**Task directions**
Lines to restate from the data below: from the one containing "not proven within" to the one containing "pytest.approx(0.5 * out_range)", both included. Give them again exactly, and only them.

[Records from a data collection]
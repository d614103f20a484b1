"""verify end to end on ONNX artifacts: what it measures, what it reports, and how it refuses."""

from __future__ import annotations

import json
import shutil

import numpy as np
import pytest

from nodecast.compiler import emit, reference, save
from nodecast.compiler.csvio import write_table
from nodecast.compiler.errors import NodecastError
from nodecast.compiler.verify import check, verify
from nodecast.compiler.verify.probes import probe_families
from nodecast.compiler.verify.report import to_json
from nodecast.compiler.verify.runners import detect_kind
from tests.helpers import run_cli

SCHEMA_KEYS = {"passed", "bundle_id", "task", "artifact", "outputs", "max_abs_error",
               "max_rel_error", "tolerance", "typical_estimate", "probes", "families", "notes",
               "certified_bound", "accuracy_budget", "sound", "within_budget",
               "measured_max_abs_error"}



@pytest.fixture(scope="module")
def onnx_files(friedman_bundle, tmp_path_factory):
    folder = tmp_path_factory.mktemp("verify")
    paths = {"bundle": save(friedman_bundle, folder / "m.ncast")}
    for precision in ("float32", "float64"):
        paths[precision] = folder / "m32.onnx" if precision == "float32" else folder / "m64.onnx"
        emit(friedman_bundle, "onnx", paths[precision], precision=precision)
    paths["clamp"] = folder / "clamp.onnx"
    emit(friedman_bundle, "onnx", paths["clamp"], out_of_domain="clamp")
    return paths


@pytest.mark.parametrize("precision", ["float32", "float64"])
@pytest.mark.slow
def test_default_model_passes_in_both_engines_with_the_documented_schema(
        friedman_bundle, onnx_files, precision):
    report = verify(friedman_bundle, onnx_files[precision], count=2048)
    doc = report.as_dict()
    assert report.passed and SCHEMA_KEYS <= set(doc)
    assert doc["artifact"]["engines"] == ["onnxruntime", "onnx.reference"]
    assert {r["engine"] for r in doc["families"]} == {"onnxruntime", "onnx.reference"}
    assert doc["max_abs_error"] <= min(doc["tolerance"]["per_output"])
    assert doc["tolerance"]["source"] == "certified" and doc["artifact"]["precision"] == precision
    assert doc["sound"] and doc["within_budget"]
    assert max(doc["measured_max_abs_error"]) == doc["max_abs_error"]
    assert doc["probes"]["families"]["sobol"] == 2048 and doc["probes"]["families"]["corners"] == 32
    if precision == "float64":  # SPEC "Numerics": default float64 artifacts within 1e-10 of range
        assert doc["max_rel_error"] <= 1e-10
    assert json.loads(to_json(doc)) == json.loads(json.dumps(doc))


def test_measured_error_equals_onnxruntimes_own_difference(friedman_bundle, onnx_files):
    """The report's figure is what onnxruntime (an outside runtime) really computes."""
    import onnxruntime as ort

    net = friedman_bundle.network
    doc = verify(friedman_bundle, onnx_files["float32"], count=512, seed=3).as_dict()
    sobol = next(f for f in probe_families(net, count=512, seed=3) if f.name == "sobol")
    session = ort.InferenceSession(str(onnx_files["float32"]), providers=["CPUExecutionProvider"])
    (got,) = session.run(["outputs"], {"features": sobol.X.astype(np.float32)})
    direct = np.max(np.abs(got - reference.predict(net, sobol.X)))
    row = next(r for r in doc["families"]
               if r["family"] == "sobol" and r["engine"] == "onnxruntime")
    assert row["max_abs_error"] == pytest.approx(direct, rel=1e-12)


def test_clamping_artifact_is_judged_on_the_clamped_reference(friedman_bundle, onnx_files):
    doc = verify(friedman_bundle, onnx_files["clamp"], count=256).as_dict()
    assert doc["passed"] and doc["artifact"]["out_of_domain"] == "clamp"
    outside = [r for r in doc["families"] if r["family"] == "outside"]
    assert outside and all(r["compared"] == r["count"] and r["policy_honoured"] for r in outside)


def _relabel_policy(source, target, policy):
    import onnx

    model = onnx.load(str(source))
    for prop in model.metadata_props:
        if prop.key == "nodecast.out_of_domain":
            prop.value = policy
    onnx.save(model, str(target))


def test_an_artifact_that_does_not_apply_its_stated_policy_fails_outside_only(
        friedman_bundle, onnx_files, tmp_path):
    liar = tmp_path / "says-clamp.onnx"
    _relabel_policy(onnx_files["float64"], liar, "clamp")  # computes 'pass', claims 'clamp'
    doc = verify(friedman_bundle, liar, count=256).as_dict()
    failed = {r["family"] for r in doc["families"] if not r["passed"]}
    assert not doc["passed"] and failed == {"outside"}


def test_pass_policy_outside_probes_get_the_estimate_at_those_probes(friedman_bundle, onnx_files):
    doc = verify(friedman_bundle, onnx_files["float32"], count=256).as_dict()
    inside = next(r for r in doc["families"] if r["family"] == "sobol")
    outside = next(r for r in doc["families"] if r["family"] == "outside")
    assert outside["tolerance"][0] >= inside["tolerance"][0] == doc["tolerance"]["per_output"][0]


def test_classifier_verifies_labels_and_scores(classifier_bundle, tmp_path):
    path = tmp_path / "iris.onnx"
    emit(classifier_bundle, "onnx", path, precision="float32")
    doc = verify(classifier_bundle, path, count=1024).as_dict()
    assert doc["passed"] and doc["task"] == "classification"
    labelled = [r for r in doc["families"] if "labels" in r]
    assert labelled and all(r["labels"]["disagreements"] == 0 for r in labelled)


def test_tight_override_fails_and_the_report_says_why(friedman_bundle, onnx_files):
    """An accuracy budget below the certified bound fails the verdict (the artifact is sound, but
    not proven within the budget), and the report says why."""
    doc = verify(friedman_bundle, onnx_files["float32"], count=256, abs_tol=1e-9).as_dict()
    assert not doc["passed"] and doc["sound"] and not doc["within_budget"]
    assert doc["accuracy_budget"]["source"] == "abs-tol"
    assert doc["accuracy_budget"]["per_output"] == [1e-9]
    assert any(n.startswith("accuracy: the certified bound") for n in doc["notes"])
    doc = verify(friedman_bundle, onnx_files["float32"], count=256, rel_tol=0.5).as_dict()
    out_range = doc["max_abs_error"] / doc["max_rel_error"]
    assert doc["passed"]
    assert doc["accuracy_budget"]["per_output"][0] == pytest.approx(0.5 * out_range)


def test_same_seed_same_report_bytes(friedman_bundle, onnx_files):
    first = to_json(verify(friedman_bundle, onnx_files["float32"], count=128, seed=4).as_dict())
    again = to_json(verify(friedman_bundle, onnx_files["float32"], count=128, seed=4).as_dict())
    other = to_json(verify(friedman_bundle, onnx_files["float32"], count=128, seed=5).as_dict())
    assert first == again and first != other


def test_check_returns_the_report_or_raises_assertion_with_the_table(friedman_bundle, onnx_files,
                                                                      tmp_path):
    net = friedman_bundle.network
    csv = tmp_path / "rows.csv"
    csv.write_text(write_table(net.feature_names, probe_families(net, count=8)[0].X.tolist()))
    doc = check(onnx_files["bundle"], onnx_files["float32"], data=csv, count=128)
    assert doc["passed"] and doc["probes"]["families"]["data"] == 8
    with pytest.raises(AssertionError, match="verification FAILED") as failure:
        check(friedman_bundle, onnx_files["float32"], count=128, abs_tol=0.0)
    assert "sobol" in str(failure.value)


def test_kind_is_detected_from_the_file_not_only_its_name(onnx_files, tmp_path):
    renamed = tmp_path / "model.bin"
    shutil.copy(onnx_files["float32"], renamed)
    assert detect_kind(onnx_files["float32"]) == "onnx" and detect_kind(renamed) == "onnx"
    (tmp_path / "notes.txt").write_text("hello")
    with pytest.raises(NodecastError, match="cannot tell the kind"):
        detect_kind(tmp_path / "notes.txt")
    with pytest.raises(NodecastError, match="no generated C sources"):
        detect_kind(tmp_path)


def test_cli_exit_status_report_and_junit(capsys, onnx_files, tmp_path):
    report, junit = tmp_path / "r.json", tmp_path / "j.xml"
    status, out, _ = run_cli(capsys, "verify", onnx_files["bundle"], onnx_files["float32"],
                             "--probes", "256", "--report", report, "--junit", junit)
    assert status == 0 and "verification PASSED" in out
    assert json.loads(report.read_text())["passed"] is True
    assert junit.read_text().startswith("<?xml")
    status, out, _ = run_cli(capsys, "verify", onnx_files["bundle"], onnx_files["float32"],
                             "--probes", "256", "--abs-tol", "1e-12", "--report", report,
                             "--overwrite")
    assert status == 1 and "verification FAILED" in out
    assert json.loads(report.read_text())["passed"] is False


def test_cli_bad_input_is_exit_2_with_one_line(capsys, onnx_files, friedman_bundle_factory,
                                               tmp_path):
    other = tmp_path / "other.onnx"
    emit(friedman_bundle_factory(n_nodes=20, rows=200, seed=9), "onnx", other)
    garbage = tmp_path / "garbage.onnx"
    garbage.write_bytes(b"\x08\x07not a model at all" * 10)
    partial = tmp_path / "partial.csv"
    partial.write_text("x0,x1,x2,x3\n0.1,0.2,0.3,0.4\n")
    cases = [((other,), "not from this bundle"), ((garbage,), "garbage.onnx"),
             ((onnx_files["float32"], "--data", partial), "'x4'"),
             ((tmp_path / "missing.onnx",), "does not exist")]
    for args, needle in cases:
        status, out, err = run_cli(capsys, "verify", onnx_files["bundle"], *args)
        assert status == 2, (args, out, err)
        assert needle in err and len(err.strip().splitlines()) == 1 and "Traceback" not in err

**Answer to this exercise**
    not proven within the budget), and the report says why."""
    doc = verify(friedman_bundle, onnx_files["float32"], count=256, abs_tol=1e-9).as_dict()
    assert not doc["passed"] and doc["sound"] and not doc["within_budget"]
    assert doc["accuracy_budget"]["source"] == "abs-tol"
    assert doc["accuracy_budget"]["per_output"] == [1e-9]
    assert any(n.startswith("accuracy: the certified bound") for n in doc["notes"])
    doc = verify(friedman_bundle, onnx_files["float32"], count=256, rel_tol=0.5).as_dict()
    out_range = doc["max_abs_error"] / doc["max_rel_error"]
    assert doc["passed"]
    assert doc["accuracy_budget"]["per_output"][0] == pytest.approx(0.5 * out_range)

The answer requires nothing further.